Metamath Proof Explorer

Theorem saddisj

Description: The sum of disjoint sequences is the union of the sequences. (In this case, there are no carried bits.) (Contributed by Mario Carneiro, 9-Sep-2016)

Ref Expression
Hypotheses saddisj.1 
|- ( ph -> A C_ NN0 )
saddisj.2 
|- ( ph -> B C_ NN0 )
saddisj.3 
|- ( ph -> ( A i^i B ) = (/) )
Assertion saddisj 
|- ( ph -> ( A sadd B ) = ( A u.
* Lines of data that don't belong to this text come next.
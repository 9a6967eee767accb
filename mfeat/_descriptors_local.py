"""Descriptors from small neighbourhoods: oriented gradients, random kernels."""

from numbers import Integral
from typing import ClassVar

import numpy as np
from scipy import ndimage
from skimage.feature import hog
from sklearn.utils._param_validation import Interval, StrOptions

from mfeat import _checks
from mfeat._descriptor_base import (
    TextureDescriptor,
    one_by_one,
    positive_integers,
    standardised,
)
from mfeat._filters import orientation_names, over_orientations


class OrientedGradients(TextureDescriptor):
    """Histograms of oriented gradients, pooled over the patch or kept cell by cell.

    The histograms are those of Dalal and Triggs (2005) as `skimage.feature.hog` takes them: cells,
    blocks of 2x2 cells normalised by "L2-Hys". They were made for shapes, where places matter; in a
    texture places do not, so by default mean and standard deviation over all blocks are taken, at
    several smoothings. Patches are standardised.

    Parameters
    ----------
    orientations : int, default 9
        Number of orientation bins over 180 degrees, 2 to 64.
    cells : int, optional
        Number of cells along each side of the patch, 2 to 64, whose blocks are all kept; default
        None pools blocks of square cells of `cell_side` pixels. Rows and columns beyond a multiple
        of the cell are left out at the bottom and right.
    cell_side : int, default 8
        Side of the pooled cells in pixels, 2 to 64.
    scales : tuple of float, default (0, 1, 2)
        Standard deviations in pixels of the Gaussians that smooth the patch first, ascending; 0
        for none.
    rotation : {"harmonics", "kept"}, default "harmonics"
        Whether moduli of the Fourier coefficients over the orientations are features, which turning
        the patch hardly changes if blocks are pooled, or each orientation by itself.
    location_scale : bool, default True
        Whether the vector begins with mean and standard deviation of the patch.
    missing : {"error", "nearest"}, default "error"
        What becomes of missing pixels: a ValueError, or the value of the nearest valid pixel.
    n_jobs : int, optional
        Number of joblib threads; None is 1 unless in a joblib context, -1 all processors.

    Examples
    --------
    >>> import numpy as np
    >>> from mfeat.descriptors import OrientedGradients
    >>> patches = np.random.default_rng(0).normal(size=(5, 64, 64))
    >>> OrientedGradients().fit_transform(patches).shape
    (5, 32)
    >>> OrientedGradients(cells=4, scales=(0,), rotation="kept").fit_transform(patches).shape
    (5, 326)
    """

    _parameter_constraints: ClassVar[dict] = {
        **TextureDescriptor._parameter_constraints,
        "orientations": [Interval(Integral, 2, 64, closed="both")],
        "cells": [Interval(Integral, 2, 64, closed="both"), None],
        "cell_side": [Interval(Integral, 2, 64, closed="both")],
        "scales": [tuple, list],
        "rotation": [StrOptions({"harmonics", "kept"})],
    }

    def __init__(
        self,
        orientations=9,
        cells=None,
        cell_side=8,
        scales=(0, 1, 2),
        rotation="harmonics",
        location_scale=True,
        missing="error",
        n_jobs=None,
    ):
        self.orientations = orientations
        self.cells = cells
        self.cell_side = cell_side
        self.scales = scales
        self.rotation = rotation
        self.location_scale = location_scale
        self.missing = missing
        self.n_jobs = n_jobs

    def _check_settings(self) -> None:
        for k, scale in enumerate(self.scales):
            _checks.real(f"scales[{k}]", scale, minimum=0.0)
        if not len(self.scales) or sorted(set(self.scales)) != list(self.scales):
            raise ValueError(
                f"scales must ascend strictly and hold at least one number; got {self.scales!r}"
            )

    def _smallest_side(self) -> int:
        return 2 * (self.cell_side if self.cells is None else self.cells)

    def _names(self) -> list[str]:
        if self.cells is None:
            blocks = ["mean", "std"]
        else:
            inner = range(self.cells - 1)
            blocks = [f"block_{r:02d}_{c:02d}_{k}" for r in inner for c in inner for k in range(4)]
        return [
            f"gradients_{scale:02d}_{block}_{orientation}"
            for scale in range(len(self.scales))
            for block in blocks
            for orientation in orientation_names(self.orientations, self.rotation)
        ]

    def _describe(self, pixels: np.ndarray) -> np.ndarray:
        rows = []
        for patch in standardised(pixels):
            found = [self._blocks(ndimage.gaussian_filter(patch, scale)) for scale in self.scales]
            rows.append(np.concatenate(found))
        return np.array(rows)

    def _blocks(self, patch: np.ndarray) -> np.ndarray:
        """Return the features of all blocks of a patch, pooled if that is wanted."""
        if self.cells is None:
            cell = (self.cell_side, self.cell_side)
        else:
            cell = tuple(side // self.cells for side in patch.shape)
            patch = patch[: cell[0] * self.cells, : cell[1] * self.cells]
        found = hog(
            patch,
            orientations=self.orientations,
            pixels_per_cell=cell,
            cells_per_block=(2, 2),
            block_norm="L2-Hys",
            feature_vector=False,
        )
        found = over_orientations(found, self.rotation)
        if self.cells is not None:
            return found.ravel()
        found = found.reshape(-1, found.shape[-1])
        return np.concatenate([found.mean(axis=0), found.std(axis=0)])


class RandomKernels(TextureDescriptor):
    """Random convolution kernels, each summarised by its share of positive responses and maximum.

    The idea of Dempster, Petitjean and Webb (2020), from time series to images: many small random
    kernels at several dilations, of normal weights with mean 0 and uniform biases in (-1, 1), and
    two numbers of each response. Patches are standardised; kernels stay inside them.

    Parameters
    ----------
    kernels : int, default 240
        Number of kernels, 1 to 20,000; the dilations take turns.
    side : int, default 5
        Side of the square kernels in pixels, 2 to 15.
    dilations : tuple of int, default (1, 2, 4)
        Distances between neighbouring weights in pixels, ascending.
    turned : bool, default True
        Whether each kernel is applied in its four quarter turns and the numbers averaged, against
        rotation; takes four times as long.
    seed : int, default 0
        Seed of the kernels, from 0.
    location_scale : bool, default True
        Whether the vector begins with mean and standard deviation of the patch.
    missing : {"error", "nearest"}, default "error"
        What becomes of missing pixels: a ValueError, or the value of the nearest valid pixel.
    n_jobs : int, optional
        Number of joblib threads; None is 1 unless in a joblib context, -1 all processors.

    Examples
    --------
    >>> import numpy as np
    >>> from mfeat.descriptors import RandomKernels
    >>> patches = np.random.default_rng(0).normal(size=(5, 64, 64))
    >>> RandomKernels().fit_transform(patches).shape
    (5, 482)
    """

    _parameter_constraints: ClassVar[dict] = {
        **TextureDescriptor._parameter_constraints,
        "kernels": [Interval(Integral, 1, 20_000, closed="both")],
        "side": [Interval(Integral, 2, 15, closed="both")],
        "dilations": [tuple, list],
        "turned": ["boolean"],
        "seed": [Interval(Integral, 0, None, closed="left")],
    }

    def __init__(
        self,
        kernels=240,
        side=5,
        dilations=(1, 2, 4),
        turned=True,
        seed=0,
        location_scale=True,
        missing="error",
        n_jobs=None,
    ):
        self.kernels = kernels
        self.side = side
        self.dilations = dilations
        self.turned = turned
        self.seed = seed
        self.location_scale = location_scale
        self.missing = missing
        self.n_jobs = n_jobs

    def _check_settings(self) -> None:
        positive_integers("dilations", self.dilations)

    def _smallest_side(self) -> int:
        return (self.side - 1) * self.dilations[-1] + 1

    def _names(self) -> list[str]:
        digits = len(str(self.kernels - 1))
        return [
            f"kernel_{k:0{digits}d}_{number}"
            for k in range(self.kernels)
            for number in ("positive", "max")
        ]

    def _describe(self, pixels: np.ndarray) -> np.ndarray:
        weights, biases = random_kernels(self.seed, self.kernels, self.side)
        turns = range(4 if self.turned else 1)
        forms = [np.rot90(weights, turn, axes=(1, 2)).reshape(len(weights), -1) for turn in turns]
        out = np.zeros((len(pixels), self.kernels, 2))
        for place, patch in enumerate(one_by_one(pixels)):
            for first, dilation in enumerate(self.dilations):
                own = slice(first, None, len(self.dilations))
                windows = dilated_windows(patch, self.side, dilation)
                for form in forms:
                    responses = form[own] @ windows
                    positive = responses > -biases[own, None]
                    out[place, own, 0] += positive.mean(axis=1)
                    out[place, own, 1] += responses.max(axis=1) + biases[own]
        return out.reshape(len(pixels), -1) / len(forms)


def random_kernels(seed: int, number: int, side: int) -> tuple[np.ndarray, np.ndarray]:
    """Return float32 weights (number, side, side) with mean 0, and biases (number,)."""
    rng = np.random.Generator(np.random.PCG64(seed))
    weights = rng.normal(size=(number, side, side))
    weights -= weights.mean(axis=(1, 2), keepdims=True)
    return weights.astype(np.float32), rng.uniform(-1, 1, size=number).astype(np.float32)


def dilated_windows(patch: np.ndarray, side: int, dilation: int) -> np.ndarray:
    """Return the pixels under each weight (side², positions) at all positions inside a patch."""
    rows, cols = (length - (side - 1) * dilation for length in patch.shape)
    shifts = range(0, side * dilation, dilation)
    return np.stack([patch[r : r + rows, c : c + cols].ravel() for r in shifts for c in shifts])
B ) )

Proof

Step Hyp Ref Expression
1 saddisj.1 
 |-  ( ph -> A C_ NN0 )
2 saddisj.2 
 |-  ( ph -> B C_ NN0 )
3 saddisj.3 
 |-  ( ph -> ( A i^i B ) = (/) )
4 sadcl 
 |-  ( ( A C_ NN0 /\ B C_ NN0 ) -> ( A sadd B ) C_ NN0 )
5 1 2 4 syl2anc 
 |-  ( ph -> ( A sadd B ) C_ NN0 )
6 5 sseld 
 |-  ( ph -> ( k e. ( A sadd B ) -> k e. NN0 ) )
7 1 2 unssd 
 |-  ( ph -> ( A u. B ) C_ NN0 )
8 7 sseld 
 |-  ( ph -> ( k e. ( A u. B ) -> k e. NN0 ) )
9 1 adantr 
 |-  ( ( ph /\ k e. NN0 ) -> A C_ NN0 )
10 2 adantr 
 |-  ( ( ph /\ k e. NN0 ) -> B C_ NN0 )
11 3 adantr 
 |-  ( ( ph /\ k e. NN0 ) -> ( A i^i B ) = (/) )
12 eqid 
 |-  seq 0 ( ( c e. 2o , m e. NN0 |-> if ( cadd ( m e. A , m e. B , (/) e. c ) , 1o , (/) ) ) , ( x e. NN0 |-> if ( x = 0 , (/) , ( x - 1 ) ) ) ) = seq 0 ( ( c e. 2o , m e. NN0 |-> if ( cadd ( m e. A , m e. B , (/) e. c ) , 1o , (/) ) ) , ( x e. NN0 |-> if ( x = 0 , (/) , ( x - 1 ) ) ) )
13 simpr 
 |-  ( ( ph /\ k e. NN0 ) -> k e. NN0 )
14 9 10 11 12 13 saddisjlem 
 |-  ( ( ph /\ k e. NN0 ) -> ( k e. ( A sadd B ) <-> k e. ( A u. B ) ) )
15 14 ex 
 |-  ( ph -> ( k e. NN0 -> ( k e. ( A sadd B ) <-> k e. ( A u. B ) ) ) )
16 6 8 15 pm5.21ndd 
 |-  ( ph -> ( k e. ( A sadd B ) <-> k e. ( A u. B ) ) )
17 16 eqrdv 
 |-  ( ph -> ( A sadd B ) = ( A u. B ) )